-------- DATA TO USE
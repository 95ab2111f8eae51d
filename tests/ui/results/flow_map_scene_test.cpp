// Flow map (ui/results/flow_map_scene.h, flow_map_page.h): one box per compartment and
// fleet, one ribbon per non-zero flow of the core's flow network (plus each fleet's
// catch) above the threshold, no two boxes overlapping, hover highlighting of prey and
// predators, and box positions that can be read, restored and reset.
#include <QGraphicsItem>
#include <QSlider>
#include <QtTest>
#include <algorithm>
#include <cmath>

#include "core/balance/solver.h"
#include "core/io/csv_model.h"
#include "core/network/flow_network.h"
#include "ui/results/flow_map_page.h"
#include "tests/support/test_support.h"

using namespace tl::ui;

namespace {

tl::Model readModel(const char* name) { return tl::testing::fixtureModel(std::string("results/") + name); }

// Flows counted straight from the core's network and the model's harvest table.
std::vector<double> expectedFlows(const tl::Model& model, const tl::BalanceSheet& sheet)
{
    const tl::FlowNetwork net = tl::buildFlowNetwork(model, sheet);
    std::vector<double> flows;
    for (Eigen::Index i = 0; i < net.flows.rows(); ++i)
        for (Eigen::Index j = 0; j < net.flows.cols(); ++j)
            if (net.flows(i, j) > 0) flows.push_back(net.flows(i, j));
    for (const auto& fleet : model.fleets())
        for (std::size_t i = 0; i < model.size(); ++i) {
            const double dead = fleet.discards[i] * (1.0 - fleet.discardSurvival[i]);
            if (fleet.landings[i] + dead > 0) flows.push_back(fleet.landings[i] + dead);
        }
    return flows;
}

int movableItems(const QGraphicsScene& scene)
{
    int n = 0;
    for (const QGraphicsItem* item : scene.items()) n += (item->flags() & QGraphicsItem::ItemIsMovable) ? 1 : 0;
    return n;
}

}  // namespace

class FlowMapTest : public QObject {
    Q_OBJECT
private slots:
    void oneBoxPerCompartmentAndFleet_data();
    void oneBoxPerCompartmentAndFleet();
    void oneRibbonPerFlowAboveTheThreshold();
    void boxesDoNotOverlapAndDetritusIsAtTheBottom();
    void hoverKeepsPreyAndPredatorsBright();
    void positionsRoundTripAndSurviveARefresh();
    void sliderHidesSmallFlows();
    void unsolvedScenarioShowsWhy();
};

void FlowMapTest::oneBoxPerCompartmentAndFleet_data()
{
    QTest::addColumn<QString>("fixture");
    QTest::newRow("pond") << "pond";
    QTest::newRow("invented_lake") << "invented_lake";
}

void FlowMapTest::oneBoxPerCompartmentAndFleet()
{
    QFETCH(QString, fixture);
    const tl::Model model = readModel(qPrintable(fixture));
    FlowMapScene scene;
    scene.setScenario(model, tl::solveBalance(model));
    QVERIFY(scene.unavailableReason().isEmpty());
    QCOMPARE(scene.compartmentCount(), model.size());
    QCOMPARE(scene.nodes().size(), model.size() + model.fleets().size());
    QCOMPARE(movableItems(scene), static_cast<int>(model.size() + model.fleets().size()));
    for (std::size_t i = 0; i < model.size(); ++i) QCOMPARE(scene.nodes()[i].name, model.compartment(i).name);
}

void FlowMapTest::oneRibbonPerFlowAboveTheThreshold()
{
    const tl::Model model = readModel("invented_lake");
    const tl::BalanceSheet sheet = tl::solveBalance(model);
    FlowMapScene scene;
    scene.setScenario(model, sheet);
    std::vector<double> flows = expectedFlows(model, sheet);
    QCOMPARE(scene.edges().size(), flows.size());
    QCOMPARE(scene.visibleRibbonCount(), static_cast<int>(flows.size()));
    std::sort(flows.begin(), flows.end());
    const double median = flows[flows.size() / 2];
    scene.setThreshold(median);
    const auto above = std::count_if(flows.begin(), flows.end(), [&](double f) { return f >= median; });
    QCOMPARE(scene.visibleRibbonCount(), static_cast<int>(above));
    scene.setThreshold(0);
    QCOMPARE(scene.visibleRibbonCount(), static_cast<int>(flows.size()));
    // Width follows log(flow): equal ratios of flow give equal steps of width.
    const double lo = scene.minFlow(), hi = scene.maxFlow();
    const double mid = std::sqrt(lo * hi);
    QVERIFY(std::abs((scene.ribbonWidth(mid) - scene.ribbonWidth(lo)) - (scene.ribbonWidth(hi) - scene.ribbonWidth(mid))) < 1e-9);
    QVERIFY(scene.ribbonWidth(hi) > scene.ribbonWidth(lo));
}

void FlowMapTest::boxesDoNotOverlapAndDetritusIsAtTheBottom()
{
    const tl::Model model = readModel("invented_lake");
    FlowMapScene scene;
    scene.setScenario(model, tl::solveBalance(model));
    const std::size_t n = scene.nodes().size();
    for (std::size_t i = 0; i < n; ++i)
        for (std::size_t j = i + 1; j < n; ++j)
            QVERIFY2(!scene.footprintRect(i).intersects(scene.footprintRect(j)),
                     qPrintable(QString::fromStdString(scene.nodes()[i].name + " / " + scene.nodes()[j].name)));
    double lowestLiving = -1e300, highestDetritus = 1e300;
    for (std::size_t i = 0; i < model.size(); ++i) {
        if (model.compartment(i).isLiving()) lowestLiving = std::max(lowestLiving, scene.footprintRect(i).bottom());
        else highestDetritus = std::min(highestDetritus, scene.boxRect(i).top());
    }
    QVERIFY(lowestLiving < highestDetritus);
    // Trophic level runs left to right: Pike (TL > 3) right of Zooplankton right of Phytoplankton.
    auto cx = [&](const char* name) { return scene.boxRect(*model.indexOf(name)).center().x(); };
    QVERIFY(cx("Phytoplankton") < cx("Zooplankton"));
    QVERIFY(cx("Zooplankton") < cx("Pike"));
}

void FlowMapTest::hoverKeepsPreyAndPredatorsBright()
{
    const tl::Model model = readModel("invented_lake");
    FlowMapScene scene;
    scene.setScenario(model, tl::solveBalance(model));
    const std::size_t zoo = *model.indexOf("Zooplankton");
    scene.highlight(zoo);
    for (const char* bright : {"Zooplankton", "Phytoplankton", "Sediment detritus", "Smelt", "Roach", "Perch"})
        QVERIFY2(!scene.isDimmed(*model.indexOf(bright)), bright);
    for (const char* dim : {"Pike", "Pikeperch", "Macrophytes", "Cormorants"})
        QVERIFY2(scene.isDimmed(*model.indexOf(dim)), dim);
    scene.highlight(std::nullopt);
    for (std::size_t i = 0; i < scene.nodes().size(); ++i) QVERIFY(!scene.isDimmed(i));
}

void FlowMapTest::positionsRoundTripAndSurviveARefresh()
{
    const tl::Model model = readModel("invented_lake");
    const tl::BalanceSheet sheet = tl::solveBalance(model);
    FlowMapScene scene;
    scene.setScenario(model, sheet);
    const auto laidOut = scene.positions();
    QCOMPARE(laidOut.size(), static_cast<qsizetype>(scene.nodes().size()));
    QVERIFY(laidOut.contains("Pike"));
    QVERIFY(laidOut.contains("fleet:Anglers"));
    scene.setPositions({{"Pike", QPointF(5000, 4000)}});
    QCOMPARE(scene.boxRect(*model.indexOf("Pike")).topLeft(), QPointF(5000, 4000));
    scene.setScenario(model, sheet);  // a re-solve after an edit keeps the user's placement
    QCOMPARE(scene.boxRect(*model.indexOf("Pike")).topLeft(), QPointF(5000, 4000));
    QCOMPARE(scene.positions().value("Pike"), QPointF(5000, 4000));
    scene.resetLayout();
    QCOMPARE(scene.positions().value("Pike"), laidOut.value("Pike"));
}

void FlowMapTest::sliderHidesSmallFlows()
{
    const tl::Model model = readModel("invented_lake");
    FlowMapPage page;
    page.setScenario(model, tl::solveBalance(model));
    const int all = page.scene()->visibleRibbonCount();
    page.thresholdSlider()->setValue(page.thresholdSlider()->maximum());
    QCOMPARE(page.scene()->visibleRibbonCount(), 1);  // only the largest flow reaches the top of the range
    QVERIFY(std::abs(page.scene()->threshold() - page.scene()->maxFlow()) <= 1e-9 * page.scene()->maxFlow());
    page.thresholdSlider()->setValue(0);
    QCOMPARE(page.scene()->visibleRibbonCount(), all);
}

void FlowMapTest::unsolvedScenarioShowsWhy()
{
    tl::Model model = readModel("pond");
    model.compartment(*model.indexOf("Pike")).value(tl::Param::Biomass).reset();
    FlowMapScene scene;
    scene.setScenario(model, tl::solveBalance(model));
    QVERIFY(!scene.unavailableReason().isEmpty());
    QCOMPARE(movableItems(scene), 0);
    QCOMPARE(scene.visibleRibbonCount(), 0);
}

QTEST_MAIN(FlowMapTest)
#include "flow_map_scene_test.moc"
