bool hasCatch(const BalanceInputs& in) { return in.catchTotal.size() > 0 && in.catchTotal.maxCoeff() > 0.0; }

// The outputs of a draw, in one fixed order (names() and evaluate() walk the same loops).
class OutputLayout {
public:
    OutputLayout(const Model& model, const Analyses& analyses, const BalanceInputs& point)
        : analyses_(analyses), catch_(hasCatch(point))
    {
        for (std::size_t i = 0; i < model.size(); ++i) {
            const Compartment& c = model.compartment(i);
            if (c.kind == CompartmentKind::Detritus) {
                names_.push_back(c.name + ".ee");
                continue;
            }
            for (const char* q : {"biomass", "pb", "ee"}) names_.push_back(c.name + "." + q);
            if (c.kind == CompartmentKind::Consumer)
                for (const char* q : {"qb", "pq"}) names_.push_back(c.name + "." + q);
        }
        if (analyses.trophicLevels)
            for (const Compartment& c : model.compartments())
                if (c.kind == CompartmentKind::Consumer) names_.push_back(c.name + ".tl");
        if (analyses.levels) {
            for (const char* level : kLevelNames) names_.push_back(std::string("system.te_") + level);
            names_.push_back("system.mean_te");
            names_.push_back("system.primary_production_consumed");
            names_.push_back("system.detritus_inflow_consumed");
        }
        if (analyses.indicators)
            for (const IndicatorOutput& o : kIndicatorOutputs)
                if (catch_ || std::string_view(o.key) != "catch_mean_tl") names_.push_back(std::string("system.") + o.key);
        for (const Compartment& c : model.compartments()) basal_.push_back(c.kind != CompartmentKind::Consumer);
    }

    const std::vector<std::string>& names() const { return names_; }
    bool needsNetwork() const { return analyses_.levels || analyses_.indicators; }

    // The balance part (and TL) from the numeric step; the network part from `model`
    // (a copy of the scenario holding the draw's values), solved the full way.
    void evaluate(const Model& model, const BalanceInputs& in, const BalanceValues& v, BalanceScratch& scratch,
                  double* out) const
    {
        std::size_t k = 0;
        for (std::size_t i = 0; i < model.size(); ++i) {
            const auto e = static_cast<Eigen::Index>(i);
            const CompartmentKind kind = model.compartment(i).kind;
            if (kind == CompartmentKind::Detritus) {
                out[k++] = v.detritusEE[e];
                continue;
            }
            out[k++] = v.biomass[e];
            out[k++] = v.pb[e];
            out[k++] = v.ee[e];
            if (kind == CompartmentKind::Consumer) {
                out[k++] = v.qb[e];
                out[k++] = v.qb[e] != 0.0 ? v.pb[e] / v.qb[e] : std::numeric_limits<double>::quiet_NaN();
            }
        }
        if (analyses_.trophicLevels) {
            // The worker's kept buffers and feeding loops (trophic_level.h): no allocation per draw.
            computeTrophicLevels(in.diet, basal_, scratch.levelWork, scratch.levels);
            const TrophicLevels& levels = scratch.levels;
            for (std::size_t i = 0; i < model.size(); ++i)
                if (!basal_[i]) out[k++] = levels.tl[static_cast<Eigen::Index>(i)];
        }
        if (!needsNetwork()) return;
        const BalanceSheet sheet = solveBalance(model, scratch);
        const double nan = std::numeric_limits<double>::quiet_NaN();
        if (sheet.status == BalanceStatus::Invalid) {
            std::fill(out + k, out + names_.size(), nan);
            return;
        }
        const FlowNetwork network = buildFlowNetwork(model, sheet);
        if (analyses_.levels) {
            const LevelDecomposition d = decomposeLevels(network);
            for (std::size_t level = 2; level <= 5; ++level)
                out[k++] = level <= d.combined.levels.size() ? d.combined.levels[level - 1].te : nan;
            out[k++] = d.combined.meanTe;
            out[k++] = d.primaryProductionConsumed;
            out[k++] = d.detritusInflowConsumed;
        }
        if (analyses_.indicators) {
            const SystemIndicators s = systemIndicators(model, sheet, network);
            for (const IndicatorOutput& o : kIndicatorOutputs)
                if (catch_ || std::string_view(o.key) != "catch_mean_tl") out[k++] = s.*(o.member);
        }
    }
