QWidget* ReconcileDialog::buildSettingsPage()
{
    auto* page = new QWidget(this);
    auto* moves = new QGroupBox(tr("Inputs that may move"), page);
    auto* moveRow = new WrappingRow(nullptr, 12);
    struct Kind { tl::AdjustParam p; QString text; QString tip; bool on; };
    const Kind kinds[] = {
        {tl::AdjustParam::Biomass, tr("&B"), tr("Biomasses"), true},
        {tl::AdjustParam::PB, tr("&P/B"), tr("Production / biomass ratios"), true},
        {tl::AdjustParam::QB, tr("&Q/B"), tr("Consumption / biomass ratios"), true},
        {tl::AdjustParam::Diet, tr("&Diet shares"),
         tr("Each predator's diet shares, kept summing to what they sum to now; a share never becomes a new "
            "feeding link"),
         true},
        {tl::AdjustParam::Catch, tr("C&atch"),
         tr("Landings and discards: off by default, catch is usually the best-known and a regulated figure"), false}};
    for (const Kind& k : kinds) {
        auto* box = new QCheckBox(k.text, page);
        box->setChecked(k.on);
        box->setToolTip(k.tip);
        move_[std::size_t(k.p)] = box;
        moveRow->addWidget(box);
    }
    // Diet shares and catch have no confidence of their own in the project (a diet entry
    // keeps only its share), so one CV each stands in for them (ReconcileOptions).
    const tl::ReconcileOptions defaults;
    auto cvEdit = [page](double value, const QString& tip) {
        auto* e = new QLineEdit(number(value), page);
        e->setToolTip(tip);
        e->setMaximumWidth(70);
        return e;
    };
    dietCv_ = cvEdit(defaults.dietCv, tr("CV of the diet shares of rows that have no diet confidence of their own"));
    catchCv_ = cvEdit(defaults.catchCv, tr("CV of every catch figure, when catch may move"));
    auto* dietCvLabel = new QLabel(tr("Diet share CV:"), page);
    dietCvLabel->setBuddy(dietCv_);
    auto* catchCvLabel = new QLabel(tr("Catch CV:"), page);
    catchCvLabel->setBuddy(catchCv_);
    auto* cvBox = new QWidget(page);  // kept together when the row wraps
    auto* cvRow = new QHBoxLayout(cvBox);
    cvRow->setContentsMargins(12, 0, 0, 0);
    cvRow->setSpacing(4);
    cvRow->addWidget(dietCvLabel);
    cvRow->addWidget(dietCv_);
    cvRow->addSpacing(12);
    cvRow->addWidget(catchCvLabel);
    cvRow->addWidget(catchCv_);
    moveRow->addWidget(cvBox);
    moves->setLayout(moveRow);

    auto* help = new QLabel(tr("Per compartment: EE bounds and P/Q range (defaults from Project settings; empty EE min: "
                               "none). Tick a box to pin that input where it is. Changes are weighted by 1/CV² of "
                               "each input's confidence grade or CV."),
                            page);
    help->setWordWrap(true);
    table_ = new QTableWidget(0, ColumnCount, page);
    table_->setObjectName(QStringLiteral("reconcileSettings"));
    table_->setHorizontalHeaderLabels({tr("Compartment"), tr("EE now"), tr("EE max"), tr("EE min"), tr("P/Q min"),
                                       tr("P/Q max"), tr("Pin B"), tr("Pin P/B"), tr("Pin Q/B"), tr("Pin diet"),
                                       tr("Pin catch")});
    table_->verticalHeader()->setVisible(false);
    table_->verticalHeader()->setDefaultSectionSize(table_->fontMetrics().height() + 8);
    table_->horizontalHeader()->setSectionResizeMode(QHeaderView::ResizeToContents);
    table_->horizontalHeader()->setSectionResizeMode(NameColumn, QHeaderView::Stretch);
    table_->setSelectionMode(QAbstractItemView::SingleSelection);
    table_->setEditTriggers(QAbstractItemView::DoubleClicked | QAbstractItemView::EditKeyPressed |
                            QAbstractItemView::AnyKeyPressed);
    fillSettingsTable();

    message_ = new QLabel(page);
    message_->setObjectName(QStringLiteral("reconcileMessage"));
    message_->setWordWrap(true);
    run_ = new QPushButton(tr("&Run"), page);
    run_->setDefault(true);
    run_->setToolTip(tr("Solve in the background; the workbench stays usable"));
    cancel_ = new QPushButton(tr("&Stop"), page);
    cancel_->setToolTip(tr("Stop the solve; nothing is changed"));
    cancel_->setVisible(false);
    busy_ = new QProgressBar(page);
    busy_->setRange(0, 0);  // SLSQP cannot say how much is left: a busy bar, with counts beside it
    busy_->setMaximumWidth(160);
    busy_->setVisible(false);
    progress_ = new QLabel(page);
    connect(run_, &QPushButton::clicked, this, [this] { run(); });
    connect(cancel_, &QPushButton::clicked, this, &ReconcileDialog::cancelRun);
    auto* runRow = new QHBoxLayout;
    runRow->addWidget(run_);
    runRow->addWidget(cancel_);
    runRow->addWidget(busy_);
    runRow->addWidget(progress_, 1);

    auto* layout = new QVBoxLayout(page);
    layout->setContentsMargins(0, 0, 0, 0);
    layout->addWidget(moves);
    layout->addWidget(help);
    layout->addWidget(table_, 1);
    layout->addWidget(message_);
    layout->addLayout(runRow);
    return page;
}

void ReconcileDialog::fillSettingsTable()
{
    const tl::Model& m = model_;
    const tl::BalanceSheet sheet = tl::solveBalance(m);
    rowCompartment_.clear();
    for (std::size_t i = 0; i < m.size(); ++i)
        if (m.compartment(i).isLiving()) rowCompartment_.push_back(i);
    table_->setRowCount(int(rowCompartment_.size()));
    for (int r = 0; r < int(rowCompartment_.size()); ++r) {
        const std::size_t i = rowCompartment_[std::size_t(r)];
        const tl::Compartment& c = m.compartment(i);
        const bool consumer = c.kind == tl::CompartmentKind::Consumer;
        auto* name = readOnlyItem(qs(c.name));
        name->setIcon(kindIcon(c.kind));
        table_->setItem(r, NameColumn, name);

        const double ee = i < sheet.rows.size() ? sheet.rows[i].ee : std::nan("");
        auto* now = readOnlyItem(std::isfinite(ee) ? number(ee) : tr("—"));
        now->setData(Qt::TextAlignmentRole, int(Qt::AlignRight | Qt::AlignVCenter));
        if (std::isfinite(ee) && ee > m.rules.eeMax) {
            now->setIcon(severityIcon(tl::Severity::Warning));
            now->setToolTip(tr("Above the EE maximum %1: this is what reconcile removes").arg(number(m.rules.eeMax)));
        }
        table_->setItem(r, EENowColumn, now);

        // An EE that is given stays as given (an equality of the balance), so it has no bounds here.
        const bool eeGiven = c.value(tl::Param::EE).has_value();
        auto bound = [&](int col, const QString& text, bool applies, const QString& tip) {
            auto* item = applies ? new QTableWidgetItem(text) : readOnlyItem(QString());
            item->setToolTip(tip);
            item->setData(Qt::TextAlignmentRole, int(Qt::AlignRight | Qt::AlignVCenter));
            table_->setItem(r, col, item);
        };
        const QString givenTip = tr("EE of %1 is given (%2): reconcile keeps it").arg(qs(c.name), number(c.valueOr(tl::Param::EE, 0)));
        bound(EEMaxColumn, number(m.rules.eeMax), !eeGiven, eeGiven ? givenTip : tr("Highest EE accepted for %1").arg(qs(c.name)));
        bound(EEMinColumn, QString(), !eeGiven, eeGiven ? givenTip : tr("Lowest EE accepted for %1 (empty: none)").arg(qs(c.name)));
        const QString pqTip = consumer ? tr("P/Q range of %1 (rule of thumb 0.05–0.5 for fish; give a bird or mammal its own)")
                                             .arg(qs(c.name))
                                       : tr("Producers have no P/Q");
        bound(PQMinColumn, consumer ? number(m.rules.pqMin) : QString(), consumer, pqTip);
        bound(PQMaxColumn, consumer ? number(m.rules.pqMax) : QString(), consumer, pqTip);

        const bool eats = consumer && !m.dietRow(i).empty();
        table_->setItem(r, PinBColumn, pinItem(true, tr("Hold B of %1 where it is").arg(qs(c.name))));
        table_->setItem(r, PinPBColumn, pinItem(true, tr("Hold P/B of %1 where it is").arg(qs(c.name))));
        table_->setItem(r, PinQBColumn, pinItem(consumer, tr("Hold Q/B of %1 where it is").arg(qs(c.name))));
        table_->setItem(r, PinDietColumn, pinItem(eats, tr("Hold the diet of %1 where it is").arg(qs(c.name))));
        table_->setItem(r, PinCatchColumn, pinItem(m.totalCatch(i) > 0.0, tr("Hold the catch of %1 where it is").arg(qs(c.name))));
    }
}

std::optional<tl::ReconcileOptions> ReconcileDialog::options(QString* why) const
{
    tl::ReconcileOptions o;
    o.moveBiomass = move_[std::size_t(tl::AdjustParam::Biomass)]->isChecked();
    o.movePB = move_[std::size_t(tl::AdjustParam::PB)]->isChecked();
    o.moveQB = move_[std::size_t(tl::AdjustParam::QB)]->isChecked();
    o.moveDiet = move_[std::size_t(tl::AdjustParam::Diet)]->isChecked();
    o.moveCatch = move_[std::size_t(tl::AdjustParam::Catch)]->isChecked();
    if (!(o.moveBiomass || o.movePB || o.moveQB || o.moveDiet || o.moveCatch)) {
        if (why) *why = tr("Tick at least one kind of input that may move.");
        return std::nullopt;
    }
    for (const auto& [edit, target, label] : {std::tuple{dietCv_, &o.dietCv, tr("Diet share CV")},
                                               std::tuple{catchCv_, &o.catchCv, tr("Catch CV")}}) {
        const auto v = parseTypedNumber(edit->text());
        if (!v || !(*v > 0.0) || *v > 10.0) {
            if (why) *why = tr("%1: '%2' is not a number above 0 and at most 10.").arg(label, edit->text());
            return std::nullopt;
        }
        *target = *v;
    }
    const tl::BalanceRules& rules = model_.rules;
    auto header = [this](int col) { return table_->horizontalHeaderItem(col)->text(); };
    for (int r = 0; r < table_->rowCount(); ++r) {
        const std::size_t i = rowCompartment_[std::size_t(r)];
        const QString name = qs(model_.compartment(i).name);
        // A cell's number: nullopt when empty; `bad` set (with the sentence) when it does not parse.
        auto cell = [&](int col, bool& bad) -> std::optional<double> {
            const QTableWidgetItem* item = table_->item(r, col);
            if (!item || !(item->flags() & Qt::ItemIsEditable) || item->text().trimmed().isEmpty()) return std::nullopt;
            const auto v = parseTypedNumber(item->text());
            if (!v || !(*v > 0.0)) {
                bad = true;
                if (why) *why = tr("%1 of %2: '%3' is not a positive number.").arg(header(col), name, item->text());
            }
            return v;
        };
        bool bad = false;
        const auto eeMax = cell(EEMaxColumn, bad);
        const auto eeMin = cell(EEMinColumn, bad);
        const auto pqMin = cell(PQMinColumn, bad);
        const auto pqMax = cell(PQMaxColumn, bad);
        auto refuse = [&](const QString& text) {
            if (why) *why = text;
            return std::nullopt;
        };
        if (bad) return std::nullopt;
        if (eeMin && eeMax && *eeMin > *eeMax) return refuse(tr("EE min of %1 is above its EE max.").arg(name));
        if (eeMax && *eeMax != rules.eeMax) o.eeMax[i] = *eeMax;
        if (eeMin) o.eeMin[i] = *eeMin;
        if (pqMin || pqMax) {
            const double low = pqMin.value_or(rules.pqMin), high = pqMax.value_or(rules.pqMax);
            if (low >= 1.0 || high > 1.0) return refuse(tr("P/Q range of %1: a P/Q is below 1.").arg(name));
            if (low > high) return refuse(tr("P/Q min of %1 is above its P/Q max.").arg(name));
            if (low != rules.pqMin || high != rules.pqMax) o.pqRange[i] = {low, high};
        }
        const std::pair<int, tl::AdjustParam> pins[] = {{PinBColumn, tl::AdjustParam::Biomass},
                                                         {PinPBColumn, tl::AdjustParam::PB},
                                                         {PinQBColumn, tl::AdjustParam::QB},
                                                         {PinDietColumn, tl::AdjustParam::Diet},
                                                         {PinCatchColumn, tl::AdjustParam::Catch}};
        for (const auto& [col, param] : pins) {
            const QTableWidgetItem* item = table_->item(r, col);
            if (item && (item->flags() & Qt::ItemIsUserCheckable) && item->checkState() == Qt::Checked)
                o.pins.push_back({i, param});
        }
    }
    return o;
}

bool ReconcileDialog::run()
{
    if (running()) return false;
    QString why;
    const auto o = options(&why);
    if (!o) {
        message_->setText(why);
        return false;
    }
    message_->clear();
    result_.reset();
    if (!runner_->start(model_, *o)) return false;
    ranWith_ = *o;
    setRunning(true);
    return true;
}

void ReconcileDialog::cancelRun()
{
    if (!running()) return;
    runner_->cancel();
    progress_->setText(tr("Stopping…"));
}

bool ReconcileDialog::running() const { return runner_->busy(); }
----------------
*WORK TO BE COMPLETED*
Return exactly the lines above from the line that has "bad = true;" through the line that has "const auto eeMin", inclusive, and nothing else.

*EXERCISE OUTPUT*
                bad = true;
                if (why) *why = tr("%1 of %2: '%3' is not a positive number.").arg(header(col), name, item->text());
            }
            return v;
        };
        bool bad = false;
        const auto eeMax = cell(EEMaxColumn, bad);
        const auto eeMin = cell(EEMinColumn, bad);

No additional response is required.